Effect of vaginal virucides on HIV-infected genital mucosa. Cervical explants were preincubated with the virucidal agent N-9 (1 μg/ml), GD (1 μg/ml), or PRO 2000 (100 μg/ml) for 1 h prior to overnight exposure to HIV-1 strain BaL (■; 10⁵ TCID₅₀/ml), SL2 (▨), 2044 (░⃞), or 2076 (▥) (all 10³ TCID₅₀/ml) in the continued presence of the virucidal agent. Explants were exposed to virus in a nonpolarized manner, allowing direct access to both subepithelial and epithelial cells. Following overnight exposure to viral inoculum, explants were washed extensively in PBS, stimulated by culture in the presence of PHA (5 μg/ml) for 2 days, subsequently refed with medium containing IL-2, and cultured for 14 days.

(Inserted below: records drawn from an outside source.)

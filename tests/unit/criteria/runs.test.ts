import { describe, expect, it } from 'vitest';
import { evaluateCriteria, type CriterionResult } from '../../../sim/criteria/index.js';
import { box, disc, floor, onRamp, particle, ramp } from '../../support/parts.js';
import { run, type Parts } from '../../support/run.js';
import type { StepperOptions } from '../../../sim/stepper/index.js';

/** Judges the criteria of a document on the stepper's run of it, by their ids. */
function judge(parts: Parts, options: StepperOptions = {}): Record<string, CriterionResult> & { texts: string } {
  const { mechanism, recording } = run(parts, options);
  const { criteria, findings } = evaluateCriteria(mechanism, recording);
  const byId = Object.fromEntries(criteria.map((each) => [each.id, each]));
  return Object.assign(byId, { texts: findings.map(({ text }) => text).join('\n') });
}

/** Expects the value of a criterion within a relative bound of a closed form, and prints both. */
function expectValue({ id, value }: CriterionResult, exact: number, bound: number): void {
  const off = Math.abs(value! / exact - 1);
  console.log(`${id}: ${value!.toPrecision(12)} (exact ${exact.toPrecision(12)}, off by ${off.toExponential(1)})`);
  expect(off).toBeLessThanOrEqual(bound);
}

// A mass of 2 kg falls 0.5 m on a spring of 4000 N/m under 9.81 m/s² (Roark, Shigley: δ = δ_st (1 + √(1 + 2h/δ_st))).
const drop = { mass: 2, rate: 4000, fall: 0.5, gravity: 9.81 };
const speed = 3.13209195267317;
const force = 300.449030550618;
const pressed = 0.0751122576376545;
const contactTime = 0.0733751333111518;

describe('a drop on a compliant stop', () => {
  const pair = ['weight', 'floor'];
  const parts: Parts = {
    gravity: [0, -drop.gravity],
    bodies: [particle('weight', [0, drop.fall], drop.mass)],
    tracks: [floor],
    contacts: [{ between: pair, stiffness: drop.rate }],
    stations: [
      { id: '1', when: { start: true } },
      { id: '2', when: { touch: pair } },
      { id: '3', when: { turns: { of: 'weight', along: [0, 1] } }, after: '2' },
      { id: '4', when: { parts: pair } },
    ],
    criteria: [
      { id: 'approach', measure: 'approachSpeed', of: pair, at: '2', atMost: 3.2 },
      { id: 'mass', measure: 'effectiveMass', of: pair, at: '2', between: [1.9, 2.1] },
      { id: 'force', measure: 'peakForce', of: pair, from: '2', to: '4', atMost: 300 },
      { id: 'stored', measure: 'storedEnergy', of: pair, at: '3', atMost: 12 },
      { id: 'contact', measure: 'duration', from: '2', to: '4', atMost: 0.08 },
      { id: 'travel', measure: 'travel', of: 'weight', from: '1', to: '3', atMost: 0.6 },
      { id: 'apart', measure: 'liftOff', of: pair, atMost: 1 },
      { id: 'lift', measure: 'work', account: 'gravity', from: '1', to: '2', atLeast: 9 },
    ],
    run: { until: 1.2 },
  };
  const found = judge(parts, { step: 1e-4 });

  it('meets it at √(2 g h), with its own mass', () => {
    expectValue(found.approach, speed, 1e-6);
    expectValue(found.mass, drop.mass, 1e-12);
  });

  it('presses with k δ at the most, and fails a limit just below', () => {
    expectValue(found.force, force, 1e-5);
    expect(found.force).toMatchObject({ passes: false, by: 'stepper' });
    expect(found.force.margin).toBeCloseTo(300 - force, 2);
    expect(found.force.resolution).toBeLessThan(1e-3);
    expect(found.texts).not.toContain('impact');
  });

  it('stores ½ k δ², touches for the printed time, and travels h + δ', () => {
    expectValue(found.stored, 0.5 * drop.rate * pressed ** 2, 1e-5);
    // The stepper dates a touch to the step's end, and a parting to the end of the first step without a force.
    expect(Math.abs(found.contact.value! - contactTime)).toBeLessThanOrEqual(2e-4);
    expectValue(found.travel, drop.fall + pressed, 1e-6);
  });

  it('is apart for 2 v / g between two contacts', () => {
    expectValue(found.apart, (2 * speed) / drop.gravity, 4e-4);
    expectValue(found.lift, drop.mass * drop.gravity * drop.fall, 1e-6);
  });

  it('shows the same peak with few rows as with all, to 1e-5, and says that the rows are no matter', () => {
    const few = judge(parts, { step: 1e-4, rows: 300 }).force;
    console.log(`with 300 rows: ${few.value} ± ${few.resolution} N, with all: ${found.force.value} N`);
    expect(Math.abs(few.value! - found.force.value!)).toBeLessThanOrEqual(1e-5 * force);
    expect(few.resolution).toBeLessThan(0.05);
  });
});

it('a drop on a spring: peak force and stroke of the spring, between rows', () => {
  // The head is of no mass that counts: the weight hangs on the spring from the start of its contact, here fixed to it.
  const found = judge({
    gravity: [0, -drop.gravity],
    bodies: [particle('weight', [0, 0.3], drop.mass, { velocity: [0, -speed] })],
    springs: [
      {
        ...{ id: 'spring', kind: 'linear', rate: drop.rate },
        between: [
          { of: 'weight', at: [0, 0.3] },
          { of: 'ground', at: [0, 0] },
        ],
      },
    ],
    criteria: [
      { id: 'force', measure: 'peakForce', of: 'spring', atMost: 310 },
      { id: 'stroke', measure: 'stroke', of: 'spring', between: [0.07, 0.08] },
    ],
    run: { until: 0.06 },
  });
  expectValue(found.force, force, 1e-5);
  expectValue(found.stroke, pressed, 1e-5);
  expect([found.force.passes, found.stroke.passes]).toEqual([true, true]);
});

it('a drop on a rigid floor has no peak force, and says so', () => {
  const found = judge({
    bodies: [disc('ball', [0, 0.6], 0.1, 1)],
    tracks: [floor],
    contacts: [{ between: ['ball', 'floor'], restitution: 1 }],
    criteria: [{ id: 'force', measure: 'peakForce', of: ['ball', 'floor'], atMost: 1 }],
    run: { until: 1 },
  });
  expect(found.force).toMatchObject({ value: null, passes: null });
  expect(found.texts).toContain('a rigid impact has no force');
});

it('a ball that comes to rest after a rigid blow presses with its weight, and the blow is left out', () => {
  const found = judge({
    bodies: [disc('ball', [0, 0.6], 0.1, 3)],
    tracks: [floor],
    contacts: [{ between: ['ball', 'floor'] }],
    criteria: [
      { id: 'force', measure: 'peakForce', of: ['ball', 'floor'], atMost: 30 },
      { id: 'heat', measure: 'heat', of: ['ball', 'floor'], atMost: 15 },
      { id: 'apart', measure: 'liftOff', of: ['ball', 'floor'], atMost: 0.1 },
    ],
    run: { until: 1 },
  });
  expectValue(found.force, 3 * 9.80665, 1e-6);
  expect(found.force.note).toBe('1 rigid impact has no force, and is left out.');
  expectValue(found.heat, 3 * 9.80665 * 0.5, 1e-6);
  expect(found.apart.value).toBe(0);
});

it('a box on a ramp presses with N and μ N together, summed over both its corners', () => {
  const found = judge({
    bodies: [box('box', onRamp(30, 0.5, 0.05), [0.2, 0.1], 5, { angle: -Math.PI / 6 })],
    tracks: [ramp(30, 4)],
    contacts: [{ between: ['box', 'ramp'], friction: 0.2 }],
    stations: [
      { id: '1', when: { start: true } },
      { id: '2', when: { time: 0.5 } },
    ],
    criteria: [
      { id: 'force', measure: 'peakForce', of: ['box', 'ramp'], from: '1', to: '2', atMost: 50 },
      { id: 'slip', measure: 'slipSpeed', of: ['box', 'ramp'], at: '2', atMost: 2 },
      { id: 'heat', measure: 'heat', of: ['box', 'ramp'], from: '1', to: '2', atMost: 9 },
      { id: 'speed', measure: 'speed', of: 'box', at: '2', atMost: 2 },
      { id: 'travel', measure: 'travel', of: 'box', from: '1', to: '2', atMost: 2 },
    ],
    run: { until: 0.6 },
  });
  const normal = 5 * 9.80665 * Math.cos(Math.PI / 6);
  const acceleration = 9.80665 * (0.5 - 0.2 * Math.cos(Math.PI / 6));
  expectValue(found.force, normal * Math.hypot(1, 0.2), 1e-6);
  expectValue(found.speed, acceleration * 0.5, 1e-9);
  expectValue(found.travel, acceleration * 0.125, 1e-9);
  expectValue(found.heat, 0.2 * normal * acceleration * 0.125, 1e-6);
  // The sliding speed of a row is that at the middle of its step.
  expect(Math.abs(found.slip.value! - acceleration * 0.5)).toBeLessThanOrEqual(acceleration * 1e-3);
});

it('a pendulum: angle, kinetic energy and greatest pin force at the bottom, 3 m g from horizontal', () => {
  const found = judge(
    {
      bodies: [particle('bob', [1, 0], 1)],
      joints: [{ id: 'pivot', kind: 'pin', between: ['bob', 'ground'], at: [0, 0] }],
      gravity: [0, -9.81],
      stations: [
        { id: '1', when: { start: true } },
        {
          id: '2',
          when: {
            crosses: {
              point: { of: 'bob', at: [1, 0] },
              line: [
                [0, -0.5],
                [0, -1.5],
              ],
            },
          },
        },
      ],
      criteria: [
        { id: 'energy', measure: 'kineticEnergy', of: 'bob', at: '2', atMost: 10 },
        { id: 'speed', measure: 'speed', of: 'bob', at: '2', atMost: 5 },
        { id: 'pin', measure: 'peakForce', of: 'pivot', atMost: 29 },
      ],
      run: { until: 1 },
    },
    { step: 2e-4 },
  );
  // A Coruña benchmark A01: 4.42944691807002 m/s and 29.43 N at the bottom.
  expectValue(found.speed, 4.42944691807002, 1e-5);
  expectValue(found.energy, 9.81, 1e-5);
  expectValue(found.pin, 29.43, 1e-5);
  expect(found.pin.passes).toBe(false);
});

describe('a drive', () => {
  // 2 N m on a disc of 0.5 kg m² for 2 s: 8 rad/s, P = T² t / I, 16 J.
  const turned = (more: Parts, drive: Parts = {}): ReturnType<typeof judge> =>
    judge({
      gravity: [0, 0],
      bodies: [disc('wheel', [0, 0], 0.5, 4, { spin: 0 })],
      joints: [{ id: 'shaft', kind: 'pin', between: ['wheel', 'ground'], at: [0, 0], ...more }],
      drives: [{ id: 'motor', on: 'shaft', torque: 2, efficiency: 0.8, ...drive }],
      criteria: [
        { id: 'peak', measure: 'peakPower', of: 'motor', atMost: 16 },
        { id: 'mean', measure: 'meanPower', of: 'motor', atMost: 16 },
        { id: 'eta', measure: 'efficiency', useful: ['joint-friction'], input: ['drive'], atLeast: 0.1 },
        { id: 'claim', measure: 'claimedEfficiency', of: 'motor', value: 0.8 },
        { id: 'bold', measure: 'claimedEfficiency', of: 'motor', value: 1.05 },
        { id: 'angle', measure: 'angle', of: 'wheel', at: 'end', atMost: 9 },
      ],
      run: { until: 2 },
    });

  it('delivers T² t / I at its greatest, half of it in the mean, and turns the wheel by ½ α t²', () => {
    const found = turned({});
    expectValue(found.peak, 16, 1e-9);
    expectValue(found.mean, 8, 1e-9);
    expectValue(found.angle, 8, 1e-9);
  });

  it('is allowed its own efficiency where nothing is lost after it, and no more', () => {
    const found = turned({});
    expectValue(found.claim, 0.8, 1e-9);
    expect([found.claim.passes, found.bold.passes]).toEqual([true, false]);
    expect(found.texts).toContain('no store gave up energy, and the 5 J too many came from nowhere');
  });

  it('is allowed less by what its bearing turns to heat, whatever counts as useful', () => {
    // The bearing takes 0.5 N m of the 2 N m.
    const found = turned({ friction: { torque: 0.5 } });
    expectValue(found.claim, 0.8 * 0.75, 1e-9);
    expectValue(found.eta, 0.8 * 0.25, 1e-9);
    expect(found.claim.passes).toBe(false);
    expect(found.texts).toContain('it forgets Loss in motor');
  });
});

describe('the efficiency of a hoist with a flywheel', () => {
  // A wheel of 2 kg m² at 6 rad/s, driven by 1 N m, winds up a spring against a brake of its bearing: 36 J of motion help.
  const wound = (input: unknown[]): ReturnType<typeof judge> =>
    judge({
      gravity: [0, 0],
      bodies: [disc('wheel', [0, 0], 1, 4, { spin: 6 })],
      joints: [{ id: 'shaft', kind: 'pin', between: ['wheel', 'ground'], at: [0, 0], friction: { torque: 0.5 } }],
      springs: [{ id: 'coil', kind: 'torsion', between: ['wheel', 'ground'], rate: 2 }],
      drives: [{ id: 'motor', on: 'shaft', torque: 1 }],
      criteria: [
        { id: 'eta', measure: 'efficiency', useful: ['spring'], input, atLeast: 0.5 },
        { id: 'claim', measure: 'claimedEfficiency', of: 'motor', value: 5 },
      ],
      run: { until: 1.2 },
    });

  it('is never above 1: the energy of motion that the input forgot is named', () => {
    const found = wound(['drive']);
    expect(found.eta).toMatchObject({ value: null, passes: null });
    expect(found.texts).toMatch(/no efficiency is above 100 %: the input leaves out what came from Energy of motion/);
    expect(found.texts).toMatch(/Claimed for motor: 500 %\. .* it forgets that Energy of motion gave up/);
    expect(found.claim.value).toBeLessThanOrEqual(1);
  });

  it('stays at or below 1 whatever one calls useful and input of the same run', () => {
    for (const input of [['drive'], ['drive', 'joint-friction'], ['spring'], ['joint-friction']]) {
      const { value } = wound(input).eta;
      expect(value ?? 0).toBeLessThanOrEqual(1);
    }
  });
});

it('a return margin by hand: ½ k (a² − b²) over lift, friction and what must be left', () => {
  // 3 kg on a level guide with 10 N of friction, pulled 0.3 m by a spring of 200 N/m from 0.5 m to 0.2 m of stretch:
  // 21 J given, 3 J of friction, 12 J required at the end: 1.4.
  const found = judge({
    gravity: [0, 0],
    bodies: [box('slide', [0.5, 0], [0.1, 0.1], 3)],
    joints: [
      { id: 'guide', kind: 'slide', between: ['slide', 'ground'], at: [0.5, 0], axis: [1, 0], friction: { force: 10 } },
    ],
    springs: [
      {
        ...{ id: 'spring', kind: 'linear', rate: 200, freeLength: 0.1 },
        between: [
          { of: 'slide', at: [0.5, 0] },
          { of: 'ground', at: [-0.1, 0] },
        ],
      },
    ],
    stations: [
      { id: '1', when: { start: true } },
      {
        id: '2',
        when: {
          crosses: {
            point: { of: 'slide', at: [0.5, 0] },
            line: [
              [0.2, 1],
              [0.2, -1],
            ],
          },
        },
      },
      {
        id: '3',
        when: {
          crosses: {
            point: { of: 'slide', at: [0.5, 0] },
            line: [
              [-0.8, 1],
              [-0.8, -1],
            ],
          },
        },
      },
    ],
    criteria: [
      { id: 'margin', measure: 'returnMargin', spring: 'spring', from: '1', to: '2', kineticEnergy: 12, atLeast: 1.25 },
      { id: 'beyond', measure: 'returnMargin', spring: 'spring', from: '1', to: '3', atLeast: 1 },
    ],
    run: { until: 2 },
  });
  expectValue(found.margin, 21 / 15, 1e-6);
  expect(found.margin.parts?.map(({ label }) => label)).toEqual([
    'Spring spring',
    'Joint friction guide',
    'Motion required at 2',
  ]);
  expect(found.beyond).toMatchObject({ value: null, passes: null });
  expect(found.texts).toContain('station 3 was not reached');
});

it('two discs that meet: effective mass m₁ m₂ / (m₁ + m₂), and the loss it makes', () => {
  const found = judge({
    gravity: [0, 0],
    bodies: [disc('a', [0, 0], 0.1, 1, { velocity: [2, 0] }), disc('b', [1, 0], 0.1, 3)],
    contacts: [{ between: ['a', 'b'], restitution: 0.5 }],
    stations: [
      { id: '1', when: { start: true } },
      { id: '2', when: { touch: ['a', 'b'] } },
    ],
    criteria: [
      { id: 'mass', measure: 'effectiveMass', of: ['b', 'a'], at: '2', atMost: 1 },
      { id: 'speed', measure: 'approachSpeed', of: ['b', 'a'], at: '2', atMost: 1 },
      { id: 'heat', measure: 'heat', of: ['a', 'b'], atMost: 2 },
      { id: 'whole', measure: 'kineticEnergy', of: 'all', at: '2', atMost: 2 },
    ],
    run: { until: 1 },
  });
  expectValue(found.mass, 0.75, 1e-9);
  expectValue(found.speed, 2, 1e-9);
  expectValue(found.heat, 0.5 * 0.75 * (1 - 0.25) * 4, 1e-9);
  expectValue(found.whole, 2, 1e-12);
  expect(found.speed.passes).toBe(false);
});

Data represent percent inhibition of p24 production at day 14 of culture, compared to control cultures exposed to virus in the absence of virucidal agent, and are presented as the mean of five independent experiments using explants from separate donors. Detection of proviral DNA by PCR at the right is shown as number of experiments with detectable proviral DNA out of the total tested (limit of detection, 10 copies/explant).